Recuerda como un destello lo que Frank llamó tan

sueltamente «un trabajo fácil».

—No son menos de cuatro mil de los grandes —espetó Ricci,

mirando sostenidamente a cada uno de los tres hombres que estaban

sentados junto a él. No estaba para perder el tiempo, y menos aún

esa cantidad de dinero. Conocía desde hacía varios años a Frank y a

Cara de cera, pero a ese tal Moretti no. Sin embargo, algo en su

interior le decía que con esa conversación bastaría.
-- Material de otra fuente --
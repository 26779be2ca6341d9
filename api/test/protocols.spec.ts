import type { ProtocolList } from '@ellwand/shared/records/protocol';
import { type Agent, type House, openHouse } from './harness/house';
import type { TestPerson } from './harness/people';
import { historyOf, loopDepth, makeProtocol, skirtWithLoop } from './support/protocols';

describe('protocols, as an administrator keeps them', () => {
  let house: House;
  let keeper: TestPerson;
  let administrator: Agent;

  beforeAll(async () => {
    house = await openHouse();
  });
  afterAll(() => house.close());
  beforeEach(async () => {
    await house.empty();
    keeper = await house.person('administrator', 'Maud Ferrers');
    administrator = await house.signInAs(keeper);
  });

  it('begin with the house’s own for every kind, and one for parts laid together as worn', async () => {
    const { items } = (await administrator.get('/api/v1/workroom/protocols')).body as ProtocolList;
    expect(items).toHaveLength(20);
    expect(new Set(items.map(({ version, versions }) => `${version} of ${versions}`))).toEqual(
      new Set(['1 of 1']),
    );
    expect(items.filter(({ wornTogether }) => wornTogether)).toMatchObject([
      { kind: 'dress', madeBy: null, madeAt: null },
    ]);
  });

  it('get a new version that says who made it, when and why, beside the old one', async () => {
    const made = await makeProtocol(administrator, 'skirt', 1, skirtWithLoop());
    expect(made.status).toBe(201);
    expect(made.headers['etag']).toBe('"2"');
    expect(made.body).toMatchObject({
      kind: 'skirt',
      version: 2,
      ownPoints: [loopDepth],
      note: 'The loops tell trained skirts that were worn for walking.',
      madeBy: 'Maud Ferrers',
      madeAt: expect.stringMatching(/^\d{4}-\d\d-\d\dT/) as string,
      warnings: [],
    });
    const { version, versions } = await historyOf(administrator, 'skirt');
    expect(version).toBe(2);
    expect(versions.map((each) => [each.version, each.madeBy, each.points.length])).toEqual([
      [2, 'Maud Ferrers', 9],
      [1, null, 8],
    ]);
    expect((await historyOf(administrator, 'petticoat')).version).toBe(1);
    const { items } = (await administrator.get('/api/v1/workroom/protocols')).body as ProtocolList;
    expect(items.find(({ kind }) => kind === 'skirt')).toMatchObject({ version: 2, versions: 2 });
    const trail = (await administrator.get('/api/v1/workroom/audit')).body.items as { summary: string }[];
    expect(trail[0]?.summary).toBe(
      'Maud Ferrers made version 2 of the protocol for skirts: ' +
        'The loops tell trained skirts that were worn for walking.',
    );
  });

  it('tell whoever comes second who was first, and keep one of many that come at once', async () => {
    const answers = await Promise.all(
      [1, 2, 3, 4].map(() => makeProtocol(administrator, 'skirt', 1, skirtWithLoop())),
    );
    expect(answers.map(({ status }) => status).sort()).toEqual([201, 412, 412, 412]);
    const second = answers.find(({ status }) => status === 412);
    expect(second?.body).toMatchObject({
      code: 'version.stale',
      seen: 1,
      current: 2,
      changedBy: 'Maud Ferrers',
    });
    expect(second?.body.changedAt).toMatch(/^\d{4}-/);
    expect((await historyOf(administrator, 'skirt')).versions).toHaveLength(2);
    const without = await administrator.post('/api/v1/workroom/protocols/skirt').send(skirtWithLoop());
    expect(without.status).toBe(428);
  });

  it('are refused where the garment would be turned back, at the point that stands wrong', async () => {
    const { points } = skirtWithLoop({ ownPoints: [] });
    const catalogued = points.filter(({ pointId }) => pointId !== loopDepth.id);
    const turned = [...catalogued.slice(1), ...catalogued.slice(0, 1)];
    const answer = await makeProtocol(
      administrator,
      'skirt',
      1,
      skirtWithLoop({ points: turned, ownPoints: [] }),
    );
    expect(answer.status).toBe(400);
    expect(answer.body).toMatchObject({
      code: 'protocol.unfit',
      errors: [
        {
          pointer: '/points/7/pointId',
          detail: expect.stringContaining('the garment would be turned back') as string,
        },
      ],
    });
    expect((await historyOf(administrator, 'skirt')).version).toBe(1);
  });

  it('are refused without a reason, without a change, and for parts together that have none', async () => {
    expect((await makeProtocol(administrator, 'skirt', 1, skirtWithLoop({ note: ' ' }))).status).toBe(400);
    await makeProtocol(administrator, 'skirt', 1, skirtWithLoop());
    const same = await makeProtocol(administrator, 'skirt', 2, skirtWithLoop({ note: 'Once more.' }));
    expect(same.body).toMatchObject({ status: 409, code: 'protocol.unchanged' });
    const together = await administrator.get('/api/v1/workroom/protocols/hat?wornTogether=true');
    expect(together.status).toBe(404);
    expect((await administrator.get('/api/v1/workroom/protocols/dress?wornTogether=true')).body.version).toBe(
      1,
    );
  });

  it('warn, and no more, of what could be worked out', async () => {
    const { versions } = await historyOf(administrator, 'bodice');
    const points = [
      ...(versions[0]?.points ?? []),
      { pointId: 'neck-to-waist-back', required: false, rounds: 1 },
    ];
    const made = await makeProtocol(administrator, 'bodice', 1, {
      points,
      ownPoints: [],
      note: 'To compare.',
    });
    expect(made.status).toBe(201);
    expect(made.body.warnings).toEqual([
      '“Neck to waist, back” can be worked out from “Neck to hem, back” and “Waist to hem, back”: it need not be measured.',
    ]);
  });

  it('keep the meaning of an own point’s id, in other kinds too; its line and range may be bettered', async () => {
    await makeProtocol(administrator, 'skirt', 1, skirtWithLoop());
    const otherEnd = { ...loopDepth, to: 'the lower end of the loop' };
    const changed = await makeProtocol(administrator, 'skirt', 2, skirtWithLoop({ ownPoints: [otherEnd] }));
    expect(changed.body).toMatchObject({
      status: 400,
      errors: [
        {
          pointer: '/ownPoints/0/id',
          detail: expect.stringContaining('Different here: where it ends.') as string,
        },
      ],
    });
    const besides = { ...otherEnd, line: { ...otherEnd.line, view: 'side' as const } };
    const elsewhere = await makeProtocol(
      administrator,
      'petticoat',
      1,
      skirtWithLoop({ ownPoints: [besides] }),
    );
    expect(elsewhere.body).toMatchObject({
      status: 400,
      errors: [
        {
          pointer: '/ownPoints/0/id',
          detail: expect.stringContaining('version 2 of the protocol for skirts') as string,
        },
        {
          pointer: '/ownPoints/0/line/view',
          detail: 'The diagram has no view “side”; it has front, back, inside.',
        },
      ],
    });
    const bettered = { ...loopDepth, range: { fromMm: '450', toMm: '1150' } };
    expect(
      (await makeProtocol(administrator, 'skirt', 2, skirtWithLoop({ ownPoints: [bettered] }))).status,
    ).toBe(201);
  });
});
—¡Yo acepto! —dijo Frank—. No me he bancado esta bonita

condena para quedarme de brazos cruzados, ¿no creen? —sentenció,

dejando en claro que Ricci no se había equivocado al pensar en él, a

pesar de sus problemas con el alcohol.

—¿Cuáles son las probabilidades de salir con la “pasta” y…

con vida? —preguntó Moretti, queriendo aparentar que aquello

último sonase como algo secundario.

—Cincuenta y cincuenta —contestó algo molesto el jefe de la

banda. El mayor problema no es llegar a la bóveda, sino el tiempo

que tarde en reaccionar la policía. Debemos trabajar a contrarreloj.

Ricci —cuyo verdadero nombre era Ricardo Calabrese— miró

a Moretti directamente a los ojos. Sabía de las habilidades del

jovencito pelirrojo que tenía sentado frente a él. Frank se lo había

recomendado de entre varios otros candidatos: «No hay un “abrelatas”

como él, Ricci. Es justo lo que necesitamos. Ya sabes… no es cosa de

entrar y salir, así como así, de un “hoyo” como ese, menos en Tucson».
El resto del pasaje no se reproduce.